◆ **TASK STATEMENT**
Word for word, set down the full listing below.

◆ **RECORDS FOR THE TASK**
-- Opening Marker --
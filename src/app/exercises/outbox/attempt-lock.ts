/** Keeps a second tab of this browser out of an attempt. Resolves to how to let go, or null when another tab holds it. */
export function holdAttempt(attemptId: string): Promise<(() => void) | null> {
  return new Promise((resolve, reject) => {
    navigator.locks
      .request(
        `evenspan.attempt.${attemptId}`,
        {ifAvailable: true},
        (lock) =>
          new Promise<void>((letGo) => {
            if (lock === null) {
              resolve(null);
              letGo();
            } else resolve(letGo);
          }),
      )
      .catch(reject);
  });
}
-- Closing Marker --
◆ **COMPLETED EXERCISE**
filename src/app/exercises/outbox/attempt-lock.ts
/** Keeps a second tab of this browser out of an attempt. Resolves to how to let go, or null when another tab holds it. */
export function holdAttempt(attemptId: string): Promise<(() => void) | null> {
  return new Promise((resolve, reject) => {
    navigator.locks
      .request(
        `evenspan.attempt.${attemptId}`,
        {ifAvailable: true},
        (lock) =>
          new Promise<void>((letGo) => {
            if (lock === null) {
              resolve(null);
              letGo();
            } else resolve(letGo);
          }),
      )
      .catch(reject);
  });
}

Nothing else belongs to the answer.